# HS 724 Carburetor Replacement



## yeuker (Sep 8, 2017)

Hey Everyone,

I purchased a used HS724 in very nice condition but it is surging. I figured it just needed a good carb cleaning but upon removal of the carb I noticed someone had been in there and the main jet was mashed up a bit from who ever removed it last. Worse yet, I dropped the bowl on the ground and bent the edge. With the replacement bowl being over $50 Canadian and the jets needing replacement anyway, I ordered a replacemnt carb (not Honda) as shown here:

https://www.amazon.ca/AISEN-Carburetor-Primer-Honda-Snowblower/dp/B06XRB352X

I've done some small engine work before but am no expert so looking for help. A few questions::

The same seller has this carb which I think is identical but doesn't ship with the primer bulb (which is OK because the HS 724 doesn't have a primer: 

https://www.amazon.ca/AISEN-Carburetor-Honda-Snowblower-HS521/dp/B06XSYMNDL

Both of these are same manufacturer, both say for the 724 but one comes with fuel filter and primer. Do you think one of these two is 'self priming' and the other (one I bought) is not and needs the primer? There is no where on the 724 to install the primer. I'm asking because I installed the new carb last night and she won't start. Have spark but clearly there is a fuel supply issue. It was late last night when I started so didn't troubleshoot for long after it wouldn't start. Any advice would be great. My first thought is to confirm the fuel supply issue by drying the plug, reinstalling and ensure it is still dry after I try to start again. Thanks in advance for your help. It is appreciated.


----------



## yeuker (Sep 8, 2017)

Also worth noting:
- Yes I remembered to turn the petcock on when I was done (fuel is on). I'm not above forgetting, but in this case I did not forget .
- To confirm the fuel made it into the bowl, I loosened the bolt on the bowl enough for gas to leak out. I.e. There is fuel in the new carb bowl.


----------



## Kiss4aFrog (Nov 3, 2013)

:welcome: to SBF yeuker

I'm not a Honda guy so I'm just thinking out loud here.

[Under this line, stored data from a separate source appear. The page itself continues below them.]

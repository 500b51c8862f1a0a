package draw_test

import (
	"testing"

	"wane/sim/draw"
)

var sink float64

func BenchmarkUniform(b *testing.B) {
	s := draw.New(1, 0, "bench")
	for i := range b.N {
		sink = s.Uniform(uint64(i), 0, 1)
	}
}

func BenchmarkExp(b *testing.B) {
	s := draw.New(1, 0, "bench")
	for i := range b.N {
		sink = s.Exp(uint64(i), 0, 1)
	}
}

func benchmarkColumn(b *testing.B, fill func(dst []float64, first uint64, generation, number uint32)) {
	dst := make([]float64, 1024)
	b.ReportAllocs()
	for i := 0; i < b.N; i += len(dst) {
		fill(dst[:min(len(dst), b.N-i)], uint64(i), 0, 1)
	}
}

func BenchmarkUniforms(b *testing.B) { benchmarkColumn(b, draw.New(1, 0, "bench").Uniforms) }
func BenchmarkExps(b *testing.B)     { benchmarkColumn(b, draw.New(1, 0, "bench").Exps) }
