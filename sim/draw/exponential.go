package draw

import "math/bits"

// layer is one layer of the ziggurat: bits j < inside are under the curve
// without a look at it, and x = (j + 1/2) width.
type layer struct {
	inside uint64
	width  float64 // right edge / 2^53
}

// edge is the right edge x of a layer and y = e^-x.
type edge struct{ x, y float64 }

// baseEdge is where the tail begins, the edge of the second layer.
const baseEdge = 1

// Exp returns an exponential of mean 1, never 0, with 53 random bits even
// near 0, where the earliest of many waiting times are found.
//
// Law: exact but for rounding (ziggurat of 256 layers; the tail is the edge
// plus another exponential). One step of 64 bits serves 98.9 % of draws.
//
// Source: Marsaglia and Tsang (2000), J. Stat. Software 5(8).
func (s Stream) Exp(object uint64, generation, number uint32) float64 {
	z := state(s.column(generation, number), object)
	b := mix(z)
	l := &layerTable[b&255]
	if j := b >> 11; j < l.inside {
		return float64((float64(int64(j)) + nearlyHalf) * l.width)
	}
	return outside(z, b)
}

// Exps fills dst with the Exp of objects first, first+1, ...
func (s Stream) Exps(dst []float64, first uint64, generation, number uint32) {
	c := s.column(generation, number)
	name, turned := c+first*phi, bits.RotateLeft64(c, halfRotation)
	done := exponentialBlocks(dst, name, turned)
	name += uint64(done) * phi
	for i := done; i < len(dst); i++ {
		z := mix(name) ^ turned
		name += phi
		b := mix(z)
		l := &layerTable[b&255]
		j := b >> 11
		if j >= l.inside {
			dst[i] = outside(z, b)
			continue
		}
		dst[i] = float64((float64(int64(j)) + nearlyHalf) * l.width)
	}
}

// outside finishes a draw whose first bits b fell outside the inner part of
// their layer, with further bits of the same draw's state z.
func outside(z, b uint64) float64 {
	tail := 0.0
	for {
		i, j := b&255, b>>11
		x := float64((float64(int64(j)) + nearlyHalf) * layerTable[i].width)
		if j < layerTable[i].inside {
			return tail + x
		}
		z += rejectStep
		b = mix(z)
		if i == 0 {
			// Beyond the base edge the law is the edge plus the same law.
			tail += edgeTable[baseEdge].x
			continue
		}
		if underCurve(edgeTable[i], edgeTable[i+1], x, uniform(b)) {
			return tail + x
		}
		z += rejectStep
		b = mix(z)
	}
}

// underCurve reports whether a point of a layer, at x and at share u of the
// layer's height, lies under e^-x. The chord from above and two terms of the
// series from below settle nearly all points before the exponential is needed.
func underCurve(right, left edge, x, u float64) bool {
	t := right.x - x
	if float64(u*(right.x-left.x)) >= t {
		return false
	}
	y := right.y + float64(u*(left.y-right.y))
	if below := t + float64(float64(t*t)/2); y < right.y+float64(right.y*below) {
		return true
	}
	return y < float64(right.y*expSmall(t))
}

// expSmall returns e^t for 0 ≤ t ≤ 0.8, the widest layer, to a few ulp: the
// Taylor series up to t^18/18!, in operations that round alike everywhere.
func expSmall(t float64) float64 {
	p := 1.0
	for n := 18.0; n >= 1; n-- {
		p = 1 + float64(float64(t*p)/n)
	}
	return p
}
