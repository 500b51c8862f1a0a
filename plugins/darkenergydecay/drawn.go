package darkenergydecay

import (
	"math"

	"wane/sim/law"
	"wane/sim/num"
)

// decays is the effect of the laws after which dark energy is gone.
const decays = "dark-energy-decays"

// after says what follows, in every law of that effect.
const after = "What follows is said by the law of process expansion: of built-in laws, dark energy is gone at once and leaves nothing."

// Drawn returns the law dark-energy-decay/drawn: dark energy may decay at any
// time from today on, with a half-life.
func Drawn() law.Law { return drawn{} }

type drawn struct{}

func (drawn) Describe() law.Card {
	return law.Card{
		Process: "dark-energy-decay", Name: "drawn", Version: "1",
		Summary: "dark energy decays at a date that chance draws, with a half-life: afterwards no horizon keeps anything warm",
		Formula: "cumulative hazard ln 2 (t - t0)/t_half, t0 today",
		Domain:  "no theory fixes the half-life: anything from 1e10 yr to never",
		Sources: []string{
			"assumption: a Poisson event",
			"Kallosh, R., Kratochvil, J., Linde, A., Linder, E. V. & Shmakova, M. 2003, J. Cosmol. Astropart. Phys. 10, 015 (not within 1e10 yr)",
		},
		Notes: []string{
			"It has not happened yet, so the wait counts from today.",
			after,
		},
		Effect:    decays,
		Questions: []law.Question{{Name: "end", Inputs: []string{"log10_date"}}},
		Parameters: []law.Parameter{
			{Name: "half_life", Unit: "yr", Log10: true, Doc: "half-life of dark energy", Low: 10, High: 1000, Preset: 11,
				Citation: "assumption; lower end: Kallosh et al. 2003"},
			{Name: "today", Unit: "yr", Log10: true, Doc: "date from which on it may decay", Low: 10, High: 10.2, Preset: 10.1396,
				Citation: "Planck Collaboration VI 2020, A&A 641, A6 (13.787e9 yr)"},
		},
	}
}

func (drawn) Answer(_ string, in law.Batch) (law.Batch, error) {
	mean, date, hazard := in.Parameters[0]-num.Log10(math.Ln2), in.Values("log10_date"), in.NewValues()
	for i := range hazard {
		hazard[i] = num.Sub10(date[i], in.Parameters[1]) - mean
	}
	return in.Answer(law.Numbers("log10_hazard", hazard)), nil
}
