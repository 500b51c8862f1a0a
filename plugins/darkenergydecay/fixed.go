package darkenergydecay

import (
	"math"

	"wane/sim/law"
)

// Fixed returns the law dark-energy-decay/fixed: dark energy decays at a date
// that is given.
func Fixed() law.Law { return fixed{} }

type fixed struct{}

func (fixed) Describe() law.Card {
	return law.Card{
		Process: "dark-energy-decay", Name: "fixed", Version: "1",
		Summary: "dark energy decays at a given date: afterwards no horizon keeps anything warm",
		Formula: "cumulative hazard 0 before the date, infinite from it on",
		Domain:  "no theory fixes the date: anything from 1e10 yr from now to never",
		Sources: []string{"assumption: to try dates one by one"},
		Notes: []string{
			"Before 10^11.8 yr the sky is still warmer than a hole of 1e9 solMass, which then waits until 10^35 yr; later it has begun to evaporate already (recomputed).",
			after,
		},
		Effect:    decays,
		Questions: []law.Question{{Name: "end", Inputs: []string{"log10_date"}}},
		Parameters: []law.Parameter{{Name: "date", Unit: "yr", Log10: true, Doc: "date since the Big Bang", Low: 10.2, High: 1000, Preset: 11,
			Citation: "assumption"}},
	}
}

func (fixed) Answer(_ string, in law.Batch) (law.Batch, error) {
	return atDate(in, in.Parameters[0]), nil
}

// atDate answers question end for what comes at a date.
func atDate(in law.Batch, l float64) law.Batch {
	date, hazard := in.Values("log10_date"), in.NewValues()
	for i := range hazard {
		hazard[i] = math.Inf(-1)
		if date[i] >= l {
			hazard[i] = math.Inf(1)
		}
	}
	return in.Answer(law.Numbers("log10_hazard", hazard))
}
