package draw_test

import (
	"math"
	"slices"
	"testing"

	"wane/sim/draw"
	"wane/testdata/published"
)

// TestPublishedWaits checks the logarithm of the waits that are drawn: its
// mean, its spread and its median, over 2^24 draws. A wait is tau E, so this
// is how a date scatters about the mean life.
func TestPublishedWaits(t *testing.T) {
	const n = 1 << 24
	// The median lies in this window, and so few draws beside it that they
	// can be sorted.
	const low, high = -0.40, -0.33
	var sum, squares float64
	below, near := 0, []float64{}
	s, xs := draw.New(2024, 0, "waits"), make([]float64, 4096)
	for first := 0; first < n; first += len(xs) {
		s.Exps(xs, uint64(first), 0, 0)
		for _, x := range xs {
			l := math.Log(x)
			sum += l
			squares += l * l
			switch {
			case l < low:
				below++
			case l < high:
				near = append(near, l)
			}
		}
	}
	slices.Sort(near)
	middle := n/2 - below
	if middle < 0 || middle >= len(near) {
		t.Fatalf("the median is not within %v .. %v", low, high)
	}
	mean := sum / n
	deviation := math.Sqrt(squares/n - mean*mean)
	for _, row := range published.Rows(t, "waits.csv") {
		switch q := row.Inputs["quantity"]; q {
		case "mean":
			row.Check(t, mean)
		case "deviation":
			if row.Unit == "dex" {
				row.Check(t, deviation/math.Ln10)
			} else {
				row.Check(t, deviation)
			}
		case "median":
			row.Check(t, near[middle])
		default:
			t.Errorf("%s: unknown quantity %q", row.Where(), q)
		}
	}
}
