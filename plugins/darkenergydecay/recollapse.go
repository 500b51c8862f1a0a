package darkenergydecay

import "wane/sim/law"

// Recollapse returns the law dark-energy-decay/recollapse: the energy of space
// turns negative, and everything ends in a crunch at a date that is given.
func Recollapse() law.Law { return recollapse{} }

type recollapse struct{}

func (recollapse) Describe() law.Card {
	const kallosh = "Kallosh, R., Kratochvil, J., Linde, A., Linder, E. V. & Shmakova, M. 2003, J. Cosmol. Astropart. Phys. 10, 015"
	const wang = "Wang, Y., Kratochvil, J. M., Linde, A. & Shmakova, M. 2004, J. Cosmol. Astropart. Phys. 12, 006"
	return law.Card{
		Process: "dark-energy-decay", Name: "recollapse", Version: "1",
		Summary: "the energy of space turns negative, and everything ends in a crunch at a given date",
		Formula: "cumulative hazard 0 before the date, infinite from it on",
		Domain:  "the date is an assumption: data exclude a crunch within 24 (42) Gyr from now at 95 (68) % for a linear potential",
		Sources: []string{kallosh, wang},
		Notes: []string{
			"Space expands by the law of process expansion up to the crunch: how it slows down, turns and warms up again is left out.",
		},
		Effect:    "everything-ends",
		Questions: []law.Question{{Name: "end", Inputs: []string{"log10_date"}}},
		Parameters: []law.Parameter{{Name: "date", Unit: "yr", Log10: true, Doc: "date of the crunch since the Big Bang",
			Low: 10.3, High: 11, Preset: 10.69897000433602, Citation: "assumption (5e10 yr); lower end " + kallosh}},
	}
}

func (recollapse) Answer(_ string, in law.Batch) (law.Batch, error) {
	return atDate(in, in.Parameters[0]), nil
}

Have you tried to hit it with a little bit of starting fluid to see if it fires ?? The primer is for colder temps where just having a mechanical plate choke isn't enough for some engines and a primer to pump raw gas into the throat of the carb is needed.

Both appear to be the same carburetor from the description, it's just that one comes with a new primer assembly. That means there should be a nipple for a primer to be hooked up on both of them. Any chance there is an open nipple that needs to be capped ?? I did look up the owners manual and that 724 doesn't have a primer as you've said. Have you checked when you push the throttle all the way to the choke that the choke plate is physically closing fully ??


----------



## yeuker (Sep 8, 2017)

Thanks for the reply Kiss2aFrog. I have not tried starting fluid but will give it a go tonight. I agree, the 724 has no primer so pretty weird they are selling the replacement carb with one. Even if I wanted to hook it up, no idea where I'd put the bulb. I did not see a nipple for the primer to be hooked up but it was really late in the evening when I was working on it. I haven't pushed the throttle all the way but will for sure. I did check that the choke is closing the choke plat fully and all good there.


----------



## Kiss4aFrog (Nov 3, 2013)

Is there a plastic/rubber cover over that nipple ?? You wouldn't want that uncovered as it's likely open to the fuel bowl.

It's there simply because it's easier and cheaper to make one carb that works on a lot of models rather than a dedicated one for each specific application. If it works with the starting fluid you might want to recheck the float setting. I know it's new and it should be spot on but if the float setting is a little low it could be leaning out the carb and that can cause hard starting.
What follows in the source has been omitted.